Komlós–Major–Tusnády approximation

In theory of probability, the Komlós–Major–Tusnády approximation (also known as the KMT approximation, the KMT embedding, or the Hungarian embedding) is an approximation of the empirical process by a Gaussian process constructed on the same probability space. It is named after Hungarian mathematicians János Komlós, Gábor Tusnády, and Péter Major.

Theory

Let U_1,U_2,\ldots be independent uniform (0,1) random variables. Define a uniform empirical distribution function as

F_{U,n}(t)=\frac{1}{n}\sum_{i=1}^n \mathbf{1}_{U_i\leq t},\quad t\in [0,1].

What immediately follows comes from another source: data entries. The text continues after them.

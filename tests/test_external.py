"""User-supplied waveforms: reading, scaling to mass and distance, injecting."""

from __future__ import annotations

import json

import h5py
import numpy as np
import pytest
from gwpy.timeseries import TimeSeries
from scipy.optimize import curve_fit

from ringsearch.cli import main
from ringsearch.data.inject import inject, signal_snr
from ringsearch.errors import InputError
from ringsearch.physics.external import ExternalWaveform, load_waveform, read_waveform_file
from ringsearch.physics.ringdown import RingdownSource, kerr_modes
from ringsearch.physics.units import MPC_M, MSUN_M, MSUN_S

GPS = 1126259450.0


def _geometric_table(src: RingdownSource, step_m: float = 0.02, length_m: float = 400.0):
    """(t/M, r h_plus/M, r h_cross/M) of a ringdown source, starting at its t0."""
    t_m = np.arange(0.0, length_m, step_m)
    hp, hc = src.polarizations(t_m * src.mass * MSUN_S, epoch=src.t0)
    scale = src.distance * MPC_M / (src.mass * MSUN_M)
    return t_m, hp * scale, hc * scale


@pytest.mark.parametrize("fmt", ["txt", "csv", "npz", "h5"])
def test_geometric_file_reproduces_the_kerr_model_at_another_mass_and_distance(tmp_path, fmt):
    # A waveform in units of M rescales exactly: h(t; M, D) = (M/D) H(t/M).  Tabulate a
    # ringdown at one mass/distance, load it at another, compare with the model there.
    ref = RingdownSource(50.0, 0.7, 100.0, 0.02, modes=kerr_modes(1), t0=0.0, inclination=0.7)
    t_m, hp, hc = _geometric_table(ref)
    path = tmp_path / f"wave.{fmt}"
    if fmt == "txt":
        np.savetxt(path, np.c_[t_m, hp, hc], header="t/M  rh+/M  rhx/M")
    elif fmt == "csv":
        np.savetxt(path, np.c_[t_m, hp, hc], delimiter=",")
    elif fmt == "npz":
        np.savez(path, time=t_m, h_plus=hp, h_cross=hc)
    else:
        with h5py.File(path, "w") as f:
            f["time"], f["h_plus"], f["h_cross"] = t_m, hp, hc
    target = RingdownSource(80.0, 0.7, 700.0, 0.02, modes=kerr_modes(1), t0=GPS + 0.3,
                            inclination=0.7, ra=1.0, dec=-0.2, psi=0.4)
    wave = load_waveform(path, "geometric", mass=80.0, distance=700.0, t_ref=GPS + 0.3,
                         ra=1.0, dec=-0.2, psi=0.4, align="file")
    times = np.arange(GPS + 0.25, GPS + 0.35, 1 / 4096)
    expect = target.detector_strain("H1", times)
    got = wave.detector_strain("H1", times)
    # cubic-spline interpolation of a table sampled at 0.02 M (~8 us at 80 Msun)
    np.testing.assert_allclose(got, expect, atol=1e-6 * np.abs(expect).max())
    assert wave.support("H1")[0] == pytest.approx(target.arrival_time("H1"), abs=1e-9)


def test_frequency_and_amplitude_scale_with_mass_and_distance(tmp_path):
    # A damped sinusoid with M omega = 0.5 - 0.08i in units of M (Schwarzschild-like):
    # at M = 60 Msun its frequency is 0.5 / (2 pi M G/c^3) and its peak r h / M = 1.
    t_m = np.arange(0.0, 200.0, 0.05)
    h = np.exp(-1j * (0.5 - 0.08j) * t_m)
    path = tmp_path / "ds.txt"
    np.savetxt(path, np.c_[t_m, h.real, -h.imag])
    wave = load_waveform(path, mass=60.0, distance=250.0, align="peak")
    m_s = 60 * MSUN_S

    def model(t, a, f, tau):
        return a * np.exp(-t / tau) * np.cos(2 * np.pi * f * t)

    p, _ = curve_fit(model, wave.time, wave.h_plus, p0=[1e-21, 1300, 0.0035])
    assert p[1] == pytest.approx(0.5 / (2 * np.pi * m_s), rel=1e-8)
    assert p[2] == pytest.approx(m_s / 0.08, rel=1e-8)
    assert p[0] == pytest.approx(60 * MSUN_M / (250 * MPC_M), rel=1e-8)


def test_si_units_rescale_with_reference_distance(tmp_path):
    t = np.linspace(-0.05, 0.05, 4001)
    hp, hc = 1e-21 * np.cos(900 * t) * np.exp(-t**2 / 1e-4), 1e-21 * np.sin(900 * t) * \
        np.exp(-t**2 / 1e-4)
    path = tmp_path / "si.npz"
    np.savez(path, time=t, h_plus=hp, h_cross=hc)
    near = load_waveform(path, "si", t_ref=GPS)
    far = load_waveform(path, "si", distance=400.0, reference_distance=100.0, t_ref=GPS)
    np.testing.assert_allclose(far.h_plus, near.h_plus / 4, rtol=1e-15)
    assert near.max_frequency == pytest.approx(900 / (2 * np.pi), rel=1e-3)


def test_external_waveform_injection_and_snr(tmp_path):
    src = RingdownSource(65.0, 0.68, 300.0, 0.02, modes=kerr_modes(1), t0=GPS + 1.1, ra=0.2,
                         dec=0.5, psi=0.1)
    t_m, hp, hc = _geometric_table(src, step_m=0.01)
    wave = ExternalWaveform(t_m * src.mass * MSUN_S,
                            hp * src.mass * MSUN_M / (src.distance * MPC_M),
                            hc * src.mass * MSUN_M / (src.distance * MPC_M),
                            t_ref=src.t0, ra=0.2, dec=0.5, psi=0.1)
    rng = np.random.default_rng(3)
    noise = TimeSeries(rng.normal(0, 1e-21, 4 * 4096), t0=GPS, sample_rate=4096, name="L1")
    a = inject(noise, wave)
    b = inject(noise, src)
    np.testing.assert_allclose(a.value - noise.value, b.value - noise.value,
                               atol=1e-6 * np.abs(b.value - noise.value).max())
    lo, hi = wave.support("L1")
    t = noise.times.value
    outside = (t < lo) | (t >= hi)
    assert a.value[outside].tobytes() == noise.value[outside].tobytes()
    from gwpy.frequencyseries import FrequencySeries

    f = np.arange(0, 2048.25, 0.25)
    psd = FrequencySeries(1e-46 * (1 + (f / 250) ** 2), frequencies=f)
    # the sampled external waveform and the sampled Kerr model have the same SNR, and the
    # analytic transform agrees up to the aliasing of the start discontinuity, which
    # falls as fs^-2 (2e-4 at 16384 Hz below 800 Hz)
    rho_wave = signal_snr(wave, "L1", psd, 4096.0, f_low=20.0, f_high=800.0)
    assert rho_wave == pytest.approx(signal_snr(src, "L1", psd, 4096.0, f_high=800.0),
                                     rel=1e-6)
    rho_fine = signal_snr(wave, "L1", psd, 16384.0, f_low=20.0, f_high=800.0)
    assert rho_fine == pytest.approx(signal_snr(src, "L1", psd, f_high=800.0), rel=1e-3)


def test_cli_injects_an_external_waveform(tmp_path):
    from ringsearch.data.io import read_strain, write_gwosc_hdf5
    from ringsearch.data.noise import gaussian_noise

    ts = gaussian_noise("design", 8.0, 4096, 5, gps_start=GPS, detector="V1")
    data = write_gwosc_hdf5(ts, tmp_path / "V-V1_SIM-1126259450-8.hdf5")
    t_m = np.arange(-300.0, 100.0, 0.1)
    env = np.exp(-np.abs(t_m) / 30.0)
    path = tmp_path / "bbh.txt"
    np.savetxt(path, np.c_[t_m, 0.3 * env * np.cos(0.4 * t_m), 0.3 * env * np.sin(0.4 * t_m)])
    status = main(["inject", str(data), "--out", str(tmp_path / "o"), "--waveform", str(path),
                   "--mass", "65", "--distance", "500", "--gps", str(GPS + 4), "--ra", "1",
                   "--dec", "0.3", "--psi", "0", "--psd", "design"])
    assert status == 0
    rec = json.loads((tmp_path / "o" / "injection.json").read_text())
    assert rec["source"]["kind"] == "external"
    assert rec["detectors"]["V1"]["optimal_snr"] > 0
    out = read_strain(tmp_path / "o" / rec["detectors"]["V1"]["file"])
    assert np.any(out.value != ts.value)


@pytest.mark.parametrize("content, word", [
    ("0 1\n1 2\n2 3\n3 4\n", "expected 3"),
    ("0 1 1\n2 1 1\n1 1 1\n3 1 1\n", "increase"),
    ("0 1 1\n1 nan 1\n2 1 1\n3 1 1\n", "NaN"),
    ("0 1 1\n1 1 1\n", "at least 4"),
])
def test_bad_waveform_files(tmp_path, content, word):
    path = tmp_path / "bad.txt"
    path.write_text(content)
    with pytest.raises(InputError, match=word):
        read_waveform_file(path)


def test_bad_waveform_arguments(tmp_path):
    path = tmp_path / "w.txt"
    t = np.linspace(0, 100, 400)
    np.savetxt(path, np.c_[t, np.cos(0.5 * t), np.sin(0.5 * t)])
    with pytest.raises(InputError, match="does not exist"):
        load_waveform(tmp_path / "none.txt", mass=10.0, distance=10.0)
    with pytest.raises(InputError, match="needs mass"):
        load_waveform(path, "geometric", distance=100.0)
    with pytest.raises(InputError, match="mass applies"):
        load_waveform(path, "si", mass=10.0)
    with pytest.raises(InputError, match="units"):
        load_waveform(path, "cgs", mass=10.0, distance=1.0)
    with pytest.raises(InputError, match="mass must be positive"):
        load_waveform(path, mass=-1.0, distance=1.0)
    npz = tmp_path / "w.npz"
    np.savez(npz, time=t, h_plus=t)
    with pytest.raises(InputError, match="h_cross"):
        read_waveform_file(npz)
    # 0.5 / M at 10 Msun is 1.6 kHz: too high for 2048 Hz sampling
    wave = load_waveform(path, mass=10.0, distance=100.0)
    with pytest.raises(InputError, match="too low"):
        wave.check_sample_rate(2048.0)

Define a uniform empirical process as

\alpha_{U,n}(t)=\sqrt{n}(F_{U,n}(t)-t),\quad t\in [0,1].

The Donsker theorem (1952) shows that \alpha_{U,n}(t) converges in law to a Brownian bridge B(t). Komlós, Major and Tusnády established a sharp bound for the speed of this weak convergence.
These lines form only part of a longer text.